■ Records provided ■

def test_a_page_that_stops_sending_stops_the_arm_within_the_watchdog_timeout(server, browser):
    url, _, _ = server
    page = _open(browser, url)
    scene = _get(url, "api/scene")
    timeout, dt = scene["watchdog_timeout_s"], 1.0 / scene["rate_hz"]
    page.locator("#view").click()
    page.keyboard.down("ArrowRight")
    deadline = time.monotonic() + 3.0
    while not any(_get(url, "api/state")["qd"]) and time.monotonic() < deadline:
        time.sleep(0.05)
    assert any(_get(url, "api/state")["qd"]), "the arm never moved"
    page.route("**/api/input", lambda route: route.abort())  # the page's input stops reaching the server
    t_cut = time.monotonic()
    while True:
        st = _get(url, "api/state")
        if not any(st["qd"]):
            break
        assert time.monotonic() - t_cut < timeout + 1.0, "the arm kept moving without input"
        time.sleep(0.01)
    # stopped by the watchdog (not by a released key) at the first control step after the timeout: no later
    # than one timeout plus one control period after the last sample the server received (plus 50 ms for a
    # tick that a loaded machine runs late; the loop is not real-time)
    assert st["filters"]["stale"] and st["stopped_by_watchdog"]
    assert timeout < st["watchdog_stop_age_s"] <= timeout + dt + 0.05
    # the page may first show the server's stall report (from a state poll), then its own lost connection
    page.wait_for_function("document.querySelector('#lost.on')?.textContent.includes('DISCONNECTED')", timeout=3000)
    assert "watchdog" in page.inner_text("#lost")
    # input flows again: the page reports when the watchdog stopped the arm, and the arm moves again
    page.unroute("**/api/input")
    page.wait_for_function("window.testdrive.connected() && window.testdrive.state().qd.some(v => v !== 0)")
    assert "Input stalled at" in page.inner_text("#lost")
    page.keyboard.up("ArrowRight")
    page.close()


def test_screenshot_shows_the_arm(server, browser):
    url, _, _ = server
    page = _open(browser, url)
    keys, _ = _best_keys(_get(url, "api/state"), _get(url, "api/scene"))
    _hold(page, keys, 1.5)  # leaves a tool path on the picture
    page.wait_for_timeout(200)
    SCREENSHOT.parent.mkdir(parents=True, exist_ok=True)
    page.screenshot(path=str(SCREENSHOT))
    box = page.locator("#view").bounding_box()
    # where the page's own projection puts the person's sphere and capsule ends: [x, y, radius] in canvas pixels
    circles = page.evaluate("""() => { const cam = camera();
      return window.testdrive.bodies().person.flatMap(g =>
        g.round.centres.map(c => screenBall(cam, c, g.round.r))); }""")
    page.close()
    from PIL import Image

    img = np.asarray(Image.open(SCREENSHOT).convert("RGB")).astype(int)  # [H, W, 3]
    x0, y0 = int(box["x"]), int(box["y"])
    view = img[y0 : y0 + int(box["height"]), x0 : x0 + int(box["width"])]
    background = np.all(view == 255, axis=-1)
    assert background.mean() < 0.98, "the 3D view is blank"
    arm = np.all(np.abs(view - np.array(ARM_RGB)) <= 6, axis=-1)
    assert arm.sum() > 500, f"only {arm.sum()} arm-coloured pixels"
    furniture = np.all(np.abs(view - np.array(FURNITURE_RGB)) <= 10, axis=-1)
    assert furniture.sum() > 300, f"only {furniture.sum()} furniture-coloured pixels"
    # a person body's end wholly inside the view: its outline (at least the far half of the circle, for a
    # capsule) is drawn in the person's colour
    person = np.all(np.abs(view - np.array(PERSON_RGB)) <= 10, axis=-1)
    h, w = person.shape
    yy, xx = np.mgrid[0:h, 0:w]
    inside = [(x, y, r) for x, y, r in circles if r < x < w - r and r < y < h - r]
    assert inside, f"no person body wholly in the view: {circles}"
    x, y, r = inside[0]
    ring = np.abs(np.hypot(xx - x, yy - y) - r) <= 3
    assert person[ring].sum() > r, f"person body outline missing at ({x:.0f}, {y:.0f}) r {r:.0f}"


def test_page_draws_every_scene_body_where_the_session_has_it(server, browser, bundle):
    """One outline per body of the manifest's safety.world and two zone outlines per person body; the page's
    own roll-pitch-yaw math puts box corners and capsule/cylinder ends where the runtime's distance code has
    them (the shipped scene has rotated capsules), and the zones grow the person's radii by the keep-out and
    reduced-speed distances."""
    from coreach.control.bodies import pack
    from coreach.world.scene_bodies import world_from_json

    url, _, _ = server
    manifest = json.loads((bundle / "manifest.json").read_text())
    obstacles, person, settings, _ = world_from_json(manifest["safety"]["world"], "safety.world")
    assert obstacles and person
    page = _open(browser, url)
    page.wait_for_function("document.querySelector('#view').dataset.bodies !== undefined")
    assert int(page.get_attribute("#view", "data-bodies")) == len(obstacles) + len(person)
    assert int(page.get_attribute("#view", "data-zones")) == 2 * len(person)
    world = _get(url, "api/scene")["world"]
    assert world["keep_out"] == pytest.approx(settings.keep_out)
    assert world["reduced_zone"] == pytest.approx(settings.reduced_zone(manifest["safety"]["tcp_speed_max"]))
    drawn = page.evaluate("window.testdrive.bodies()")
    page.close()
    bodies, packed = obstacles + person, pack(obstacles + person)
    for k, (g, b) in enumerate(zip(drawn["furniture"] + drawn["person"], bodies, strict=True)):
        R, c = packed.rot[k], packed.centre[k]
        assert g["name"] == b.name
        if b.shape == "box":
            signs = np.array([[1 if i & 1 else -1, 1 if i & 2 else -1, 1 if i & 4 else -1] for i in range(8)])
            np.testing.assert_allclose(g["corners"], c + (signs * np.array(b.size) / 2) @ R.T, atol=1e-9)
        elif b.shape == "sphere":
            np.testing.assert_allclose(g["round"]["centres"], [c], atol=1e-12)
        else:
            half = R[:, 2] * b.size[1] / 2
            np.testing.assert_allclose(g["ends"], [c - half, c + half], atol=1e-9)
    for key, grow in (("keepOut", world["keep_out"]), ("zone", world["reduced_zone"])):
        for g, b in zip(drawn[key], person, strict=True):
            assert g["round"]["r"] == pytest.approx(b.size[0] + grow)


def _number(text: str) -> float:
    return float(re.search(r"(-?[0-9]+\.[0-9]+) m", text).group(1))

■ Problem statement ■
State how many lines in the records above contain the word "zones". Write the number alone.

■ Response to the exercise ■
2